- Theatrical release poster
- Directed by: Gus Holwerda
- Screenplay by: Gus Holwerda
- Produced by: Gus Holwerda, Luke Holwerda, Jason Spisak
- Cinematography: Luke Holwerda
- Music by: Peter McConnell
- Production companies: Black Chalk, Shirley Films
- Distributed by: 1091 Pictures, Tubi TV
- Release date: 12 February 2020 (Boston SciFi Film Festival);
- Running time: 119 minutes
- Country: United States
- Language: English
- Budget: $1,500,000

= Intersect (2020 film) =

Intersect is a 2020 American thriller film written and directed by Gus Holwerda. The film premiered at the Boston SciFi Film Festival on 12 February 2020 and concentrates on the adventures of young scientists who invented a time machine. This is the debut feature film for Holwerda.

==Plot==
Ryan Winrich (Jason Spisak) is part of a team of young physicists at the Miskatonic University. The group conducts advanced research into creating the ability for humans to send physical objects through time. After initial success, their teammate Nate decides in a drunken stupor to test the system on himself. Transporting himself through the time portal, killing himself in the process. Gradually, Ryan starts realizing that the current events may somehow be related to the mysterious happenings in his childhood when he saw strange creatures whom nobody else could. Later, it turns out that the scientists were carefully manipulated by invisible and sinister forces from other dimensions.

==Cast==
- James Morrison as Bill Marshall
- Richard Dawkins as Q42 / Computer
- Jason Spisak as Ryan Winrich
- Lawrence Krauss as Professor
- Abe Ruthless as Nate Beaumont
- Leeann Dearing as Caitlin Webb
- Jose Rosete as Abner Rosen
- Dartagnan Driscoll as Young Ryan
- Kelcey Bligh as Young Caitlin
- Ryan Adelson as Young Nate
- Jacob Lacy as Young Abner

==Reception==
Jake Dee writing for JoBlo stated, "All told, INTERSECT takes far too long to arrive at its intended destination, failing to deliver enough spookiness and authentic intrigue along the way, while suffering from a slew of amateurish first-time filmmaker choices at every turn. The film wants to be a time-bending, mysterious sci-fi/horror outing in the vein of H.G. Wells and H.P. Lovecraft, but also wants to be anti-bullying homily, anti-religious screed, and worse yet, a TV-level melodrama that, when all cobbled into one presentation, feels like a jumbled mess. The suboptimal performances and technical inferiority of the low-budget production don’t help matters any. That said, I do want to see what Holwerda has up his sleeve provided he hit the set next time out with a more focused screenplay."

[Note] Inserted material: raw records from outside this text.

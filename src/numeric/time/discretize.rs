//! Discretisation of continuous models (zero- and first-order hold, Tustin with optional
//! prewarping, impulse invariance, matched pole–zero mapping) and the inverse of the
//! zero-order hold.
//!
//! The hold methods use one matrix exponential of a block matrix (Van Loan 1978,
//! "Computing integrals involving the matrix exponential", IEEE Trans. Automatic Control
//! 23(3)): with
//!
//! ```text
//!         [A·dt  B·dt  0 ]            [Φ  Γ₁  Γ₂]
//! M    =  [ 0     0    I ]   e^M   =  [0  I   I ]
//!         [ 0     0    0 ]            [0  0   I ]
//! ```
//!
//! Φ = e^{A dt}, Γ₁ = ∫₀^dt e^{A s} ds B and Γ₂ = ∫₀^dt e^{A (dt − s)} B (s/dt) ds. No
//! inverse of A is formed, so models with integrators are handled like any other.

use crate::numeric::check;
use crate::numeric::error::{NumError, NumResult};
use crate::numeric::linalg::expm::expm;
use crate::numeric::linalg::logm::{logm, negative_real_axis_eigenvalue, LogmParams};
use crate::numeric::linalg::poly::{polynomial_from_roots, polynomial_roots};
use crate::numeric::lti::realize::{from_transfer_function, to_transfer_function};
use crate::numeric::lti::system::StateSpace;
use crate::numeric::lti::tf::TransferFunction;
use nalgebra::{Complex, DMatrix};

/// How a continuous model is turned into a discrete one.
#[derive(Debug, Clone, Copy, PartialEq)]
pub enum Method {
    /// Zero-order hold: the input is held constant over each sample interval (exact for
    /// piecewise-constant inputs).
    Zoh,
    /// First-order (triangle) hold: the input varies linearly between samples (exact for
    /// piecewise-linear inputs).
    Foh,
    /// The bilinear (Tustin) map s = (2/dt)(z − 1)/(z + 1), or with a prewarp frequency
    /// w₀ (rad/s) s = (w₀/tan(w₀ dt/2))(z − 1)/(z + 1), which makes the discrete frequency
    /// response equal the continuous one at w₀.
    Tustin {
        /// Prewarp frequency in rad/s (0 < w₀ < π/dt), if any.
        prewarp: Option<f64>,
    },
    /// Impulse invariance: the discrete impulse response is dt times the samples of the
    /// continuous one (requires D = 0).
    Impulse,
    /// Matched pole–zero mapping z = e^{s dt} (single-input single-output only).
    Matched,
}

impl Method {
    /// The method's name as scripts write it.
    pub fn name(&self) -> &'static str {
        match self {
            Method::Zoh => "zoh",
            Method::Foh => "foh",
            Method::Tustin { .. } => "tustin",
            Method::Impulse => "impulse",
            Method::Matched => "matched",
        }
    }
}

/// The hold terms Φ = e^{A dt}, Γ₁ = ∫₀^dt e^{As} ds B and Γ₂ = ∫₀^dt e^{A(dt−s)} B s/dt ds
/// from one exponential of the (n + 2m)-square block matrix of Van Loan 1978 (see the
/// module documentation). Over one interval with u varying linearly from u₀ to u₁,
/// x(dt) = Φ x(0) + (Γ₁ − Γ₂) u₀ + Γ₂ u₁; with u held at u₀, x(dt) = Φ x(0) + Γ₁ u₀.
///
/// Cost: one exponential of order n + 2m, about 20(n + 2m)³ flops. Accuracy: that of
/// [`expm`] (backward error of order ε in ‖M‖₁).
pub fn hold_terms(
    a: &DMatrix<f64>,
    b: &DMatrix<f64>,
    dt: f64,
) -> NumResult<(DMatrix<f64>, DMatrix<f64>, DMatrix<f64>)> {
    let n = check::finite_square("A", a)?;
    check::finite("B", b)?;
    if b.nrows() != n {
        return Err(NumError::shape(
            "B",
            format!("{n} rows"),
            check::shape_of(b),
        ));
    }
    let m = b.ncols();
    let size = n + 2 * m;
    let mut big = DMatrix::<f64>::zeros(size, size);
    big.view_mut((0, 0), (n, n)).copy_from(&(a * dt));
    big.view_mut((0, n), (n, m)).copy_from(&(b * dt));
    for k in 0..m {
        big[(n + k, n + m + k)] = 1.0;
    }
    let e = expm(&big)?;
    Ok((
        e.view((0, 0), (n, n)).into_owned(),
        e.view((0, n), (n, m)).into_owned(),
        e.view((0, n + m), (n, m)).into_owned(),
    ))
}

/// Checks a sample time: finite and > 0.
pub fn check_dt(dt: f64) -> NumResult<()> {
    if !(dt.is_finite() && dt > 0.0) {
        return Err(NumError::invalid(
            "dt",
            format!("expected a positive sample time in seconds, found {dt}"),
        ));
    }
    Ok(())
}
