def logistic_l2_fit_predict(train_patterns, train_labels, test_patterns, C=1.0, return_models=False):
    """L2-penalised (multinomial) logistic regression, one scikit-learn fit per label set.

    Parameters
    ----------
    train_patterns : array_like, shape (n_train, p) or (n_batch, n_train, p)
    train_labels : array_like of int, shape (n_train,) or (n_label_sets, n_train)
    test_patterns : array_like, shape (n_test, p) or (n_batch, n_test, p)
    C : float
        Inverse penalty strength (> 0).
    return_models : bool
        Also return each fit's ``coef`` and ``intercept``.

    Returns
    -------
    predictions : ndarray of int64, shape (n_test,) or (n_label_sets, n_test)
    n_not_converged : int
        Fits for which lbfgs reported that it stopped before converging.
    models : list of dict, only if ``return_models``

    Notes
    -----
    Calls ``sklearn.linear_model.LogisticRegression(C=C,
    class_weight="balanced")`` (lbfgs, its defaults; balanced weights so that
    unequal training classes do not tilt predictions toward the larger one),
    so predictions are scikit-learn's; its convergence warnings
    are counted rather than raised, for the caller to log.
    """
    from sklearn.exceptions import ConvergenceWarning
    from sklearn.linear_model import LogisticRegression

    if not np.isscalar(C) or isinstance(C, bool) or not C > 0:
        raise InputError(None, "logistic_c", f"C must be a positive number, got {C!r}", "set logistic_c > 0 (default 1)")
    rows, single = _label_rows(train_labels, _n_classes_of(train_labels))
    n_label_sets, n_train = rows.shape
    trains = _batched(train_patterns, n_label_sets, n_train, "training patterns")
    tests = _batched(test_patterns, n_label_sets, None, "test patterns")
    predictions = np.empty((n_label_sets, tests.shape[1]), dtype=np.int64)
    models, n_not_converged = [], 0
    for row in range(n_label_sets):
        if np.unique(rows[row]).size < 2:
            raise InputError(None, "labels", "logistic regression needs two classes in training", "train on folds with every class")
        # catch_warnings swaps process-wide state: decode jobs run in threads of Snakemake's process (local
        # profile), so one fit at a time records, or a thread would count another's warnings or lose its own.
        with _WARNINGS_LOCK, warnings.catch_warnings(record=True) as caught:
            warnings.simplefilter("always", ConvergenceWarning)
            model = LogisticRegression(C=float(C), class_weight="balanced").fit(trains[0 if trains.shape[0] == 1 else row], rows[row])
        n_not_converged += any(issubclass(item.category, ConvergenceWarning) for item in caught)
        predictions[row] = model.predict(tests[0 if tests.shape[0] == 1 else row])
        if return_models:
            models.append({"coef": model.coef_, "intercept": model.intercept_})
    predictions = _squeeze(predictions, single)
    return (predictions, n_not_converged, models) if return_models else (predictions, n_not_converged)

James Tucker of Rue Morgue commented, "INTERSECT becomes a lot less challenging when you realize the film is essentially moving backwards, starting from a point close to the end and then cycling back through each major stage of the protagonist’s life... The pieces are eventually drawn together into a satisfying whole, but when the puzzle is solved you feel more relieved than elated; finally, after slogging through the past we have caught up to the present. It is a satisfying reveal with a compelling character arc for at least ONE of the three main characters, and the film’s open-ended ending will certainly inspire conversations about what the hell it all meant; I just wish it wasn’t such a slog to get there."

Hunter Lanier of Film Threat added, "While there’s nothing wrong with the broad strokes of Intersect, the way in which it’s told prevents anything from gaining traction. They might be able to time travel, but the characters aren’t able to enter the third dimension. Much of the story’s connective tissue is made up of sentimental developments that try too hard to hit their mark. Choosing to eschew the normal time travel conventions for a character-based movie—while retaining the sci-fi intrigue—was a valiant choice, but one that required more tending than was given."